■ Records for processing ■

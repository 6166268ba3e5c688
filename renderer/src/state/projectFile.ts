// A project file from the workspace and back, for either shell: the desktop saves and opens it
// through its menu and native dialogs, the browser build through a download and a file input.
import type { OpenedProject } from '../../../shared/desktop/desktopContract';
import { parseProject } from '../../../shared/project/parseProject';
import { serializeProject } from '../../../shared/project/serializeProject';
import { projectFromWorkspace, sessionFromProject } from '../lib/projectView';
import type { Workspace } from './workspace.svelte';

/** What the browser and the shell call a project file. */
export const PROJECT_EXTENSION = '.plotrate';

/**
 * The current work as a project.
 * @param ws - the workspace
 * @param appVersion - the version written into the project
 * @returns the project (table, edits, prices, picks, units)
 */
export function currentProject(ws: Workspace, appVersion: string) {
  const priced = ws.prices.canonical;
  return projectFromWorkspace(
    ws.session(),
    ws.trial.table,
    priced.ok ? priced.prices : null,
    ws.settings.units,
    new Date(Date.now()),
    appVersion,
  );
}

/**
 * The current work as the bytes of a project file (UTF-8 JSON).
 * @param ws - the workspace
 * @param appVersion - the version written into the project
 * @returns the file's bytes
 */
export function projectFileBytes(ws: Workspace, appVersion: string): Uint8Array {
  const now = new Date(Date.now());
  return new TextEncoder().encode(serializeProject(currentProject(ws, appVersion), now));
}

/**
 * Reads a project file the user chose.
 * @param name - the file's name, for messages
 * @param bytes - its contents
 * @returns the project in the current format and the version it was migrated from
 * @throws ProjectFileError naming the file and the field when it is not a usable project
 */
export function readProjectFile(name: string, bytes: Uint8Array): OpenedProject {
  const parsed = parseProject(new TextDecoder('utf-8').decode(bytes), name);
  return { name, project: parsed.project, migratedFrom: parsed.migratedFrom };
}

/**
 * Opens a project: its table and edits come back; its spreadsheets are not in it.
 * @param ws - the workspace
 * @param opened - the project read from its file
 */
export async function openProject(ws: Workspace, opened: OpenedProject): Promise<void> {
  const session = sessionFromProject(opened.project);
  for (const file of [...ws.sources.files]) ws.sources.remove(file.name);
  ws.trial.projectTable = opened.project.table;
  if (session) await ws.restore(session);
  ws.messages.add(
    'info',
    `Opened ${opened.name}`,
    (opened.migratedFrom !== null
      ? `It was written by an older Plotrate (format ${opened.migratedFrom}); saving writes the current format. `
      : '') +
      'The plot table and your decisions are back. To change column roles, open the trial files again.',
  );
  if (ws.step === 'files' || ws.step === 'columns') ws.step = 'site';
}
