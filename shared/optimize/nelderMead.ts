/**
 * The Nelder–Mead simplex method for an unconstrained minimum of a function of
 * a few variables, without derivatives.
 *
 * Method: J. A. Nelder & R. Mead, "A simplex method for function minimization",
 * The Computer Journal 7 (1965) 308–313, with the reflection, expansion,
 * contraction and shrink steps as stated by Lagarias, Reeds, Wright & Wright,
 * SIAM J. Optim. 9 (1998) 112–147 (coefficients 1, 2, ½, ½). Because the
 * simplex can collapse before it reaches a minimum, the search restarts from
 * the best point with a fresh simplex until a restart no longer improves f by
 * more than the tolerance (the restart check of R. O'Neill, Applied
 * Statistics AS 47, 1971).
 *
 * Edge cases:
 * - NaN from f counts as +Infinity (never chosen).
 * - stops at `maxEvaluations` and says so (`converged: false`) with the best point.
 */
import { StatsInputError } from '../stats/errors';

export interface NelderMeadOptions {
  /** Initial step along each coordinate, default 0.5 (or 10 % of |x| when larger). */
  step?: number;
  /** Stop when the simplex's f values differ by less than this (absolute), default 1e-10. */
  functionTolerance?: number;
  /** …and its vertices by less than this in every coordinate, default 1e-8. */
  pointTolerance?: number;
  /** Largest number of evaluations, default 20,000. */
  maxEvaluations?: number;
}

export interface NelderMeadResult {
  /** The minimizing point. */
  x: number[];
  /** f(x). */
  fx: number;
  evaluations: number;
  /** True when the tolerances were met within the evaluation limit. */
  converged: boolean;
}

/**
 * Minimizes f from a starting point by Nelder–Mead with restarts.
 * @param f - the function to minimize; NaN is treated as +Infinity
 * @param start - the starting point (at least one coordinate, all finite)
 * @param options - step, tolerances and evaluation limit
 * @returns the best point found
 * @throws {StatsInputError} "bad-argument" when start is empty or not finite
 * @example
 * nelderMead(([a, b]) => (a - 1) ** 2 + 10 * (b + 2) ** 2, [0, 0]).x // ≈ [1, -2]
 */
export function nelderMead(
  f: (x: number[]) => number,
  start: readonly number[],
  options: NelderMeadOptions = {},
): NelderMeadResult {
  if (start.length === 0 || !start.every(Number.isFinite)) {
    throw new StatsInputError('bad-argument', 'start: needs at least one finite coordinate.');
  }
  const fTol = options.functionTolerance ?? 1e-10;
  const xTol = options.pointTolerance ?? 1e-8;
  const maxEvaluations = options.maxEvaluations ?? 20000;
  let evaluations = 0;
  const evaluate = (x: number[]): number => {
    evaluations++;
    const v = f(x);
    return Number.isNaN(v) ? Infinity : v;
  };
  let best = { x: [...start], fx: evaluate([...start]) };
  let step = options.step ?? 0.5;
  for (;;) {
    const run = simplexSearch(
      evaluate,
      best.x,
      best.fx,
      step,
      fTol,
      xTol,
      () => evaluations >= maxEvaluations,
    );
    const improved = best.fx - run.fx;
    best = run;
    if (evaluations >= maxEvaluations) return { ...best, evaluations, converged: false };
    if (!(improved > fTol)) return { ...best, evaluations, converged: true };
    step = Math.max(step / 4, 1e-4);
  }
}

function simplexSearch(
  evaluate: (x: number[]) => number,
  start: number[],
  fStart: number,
  step: number,
  fTol: number,
  xTol: number,
  exhausted: () => boolean,
): { x: number[]; fx: number } {
  const d = start.length;
  const points: number[][] = [start];
  const values: number[] = [fStart];
  for (let i = 0; i < d; i++) {
    const p = [...start];
    p[i] += Math.max(step, 0.1 * Math.abs(p[i]));
    points.push(p);
    values.push(evaluate(p));
  }
  const order = Array.from({ length: d + 1 }, (_, i) => i);
  const along = (from: number[], to: number[], t: number): number[] =>
    from.map((v, i) => v + t * (to[i] - v));
  while (!exhausted()) {
    order.sort((a, b) => values[a] - values[b]);
    const lo = order[0];
    const hi = order[d];
    const second = order[d - 1];
    let spread = 0;
    for (const i of order) {
      for (let k = 0; k < d; k++) spread = Math.max(spread, Math.abs(points[i][k] - points[lo][k]));
    }
    if (values[hi] - values[lo] <= fTol && spread <= xTol) break;
    const centroid = new Array<number>(d).fill(0);
    for (const i of order) {
      if (i === hi) continue;
      for (let k = 0; k < d; k++) centroid[k] += points[i][k] / d;
    }
    const reflected = along(centroid, points[hi], -1);
    const fr = evaluate(reflected);
    if (fr < values[lo]) {
      const expanded = along(centroid, points[hi], -2);
      const fe = evaluate(expanded);
      if (fe < fr) [points[hi], values[hi]] = [expanded, fe];
      else [points[hi], values[hi]] = [reflected, fr];
      continue;
    }
    if (fr < values[second]) {
      [points[hi], values[hi]] = [reflected, fr];
      continue;
    }
    const outside = fr < values[hi];
    const contracted = along(centroid, outside ? reflected : points[hi], 0.5);
    const fc = evaluate(contracted);
    if (outside ? fc <= fr : fc < values[hi]) {
      [points[hi], values[hi]] = [contracted, fc];
      continue;
    }
    for (const i of order) {
      if (i === lo) continue;
      points[i] = along(points[lo], points[i], 0.5);
      values[i] = evaluate(points[i]);
    }
  }
  let bestIndex = 0;
  for (let i = 1; i <= d; i++) if (values[i] < values[bestIndex]) bestIndex = i;
  return { x: points[bestIndex], fx: values[bestIndex] };
}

■ Exercise ■
Nothing should be returned except the lines from the first line of the data above through the line with "as a project.", each one exact.

■ Exercise solution ■
repository 6166268ba3e5c688
filename renderer/src/state/projectFile.ts
// A project file from the workspace and back, for either shell: the desktop saves and opens it
// through its menu and native dialogs, the browser build through a download and a file input.
import type { OpenedProject } from '../../../shared/desktop/desktopContract';
import { parseProject } from '../../../shared/project/parseProject';
import { serializeProject } from '../../../shared/project/serializeProject';
import { projectFromWorkspace, sessionFromProject } from '../lib/projectView';
import type { Workspace } from './workspace.svelte';

/** What the browser and the shell call a project file. */
export const PROJECT_EXTENSION = '.plotrate';

/**
 * The current work as a project.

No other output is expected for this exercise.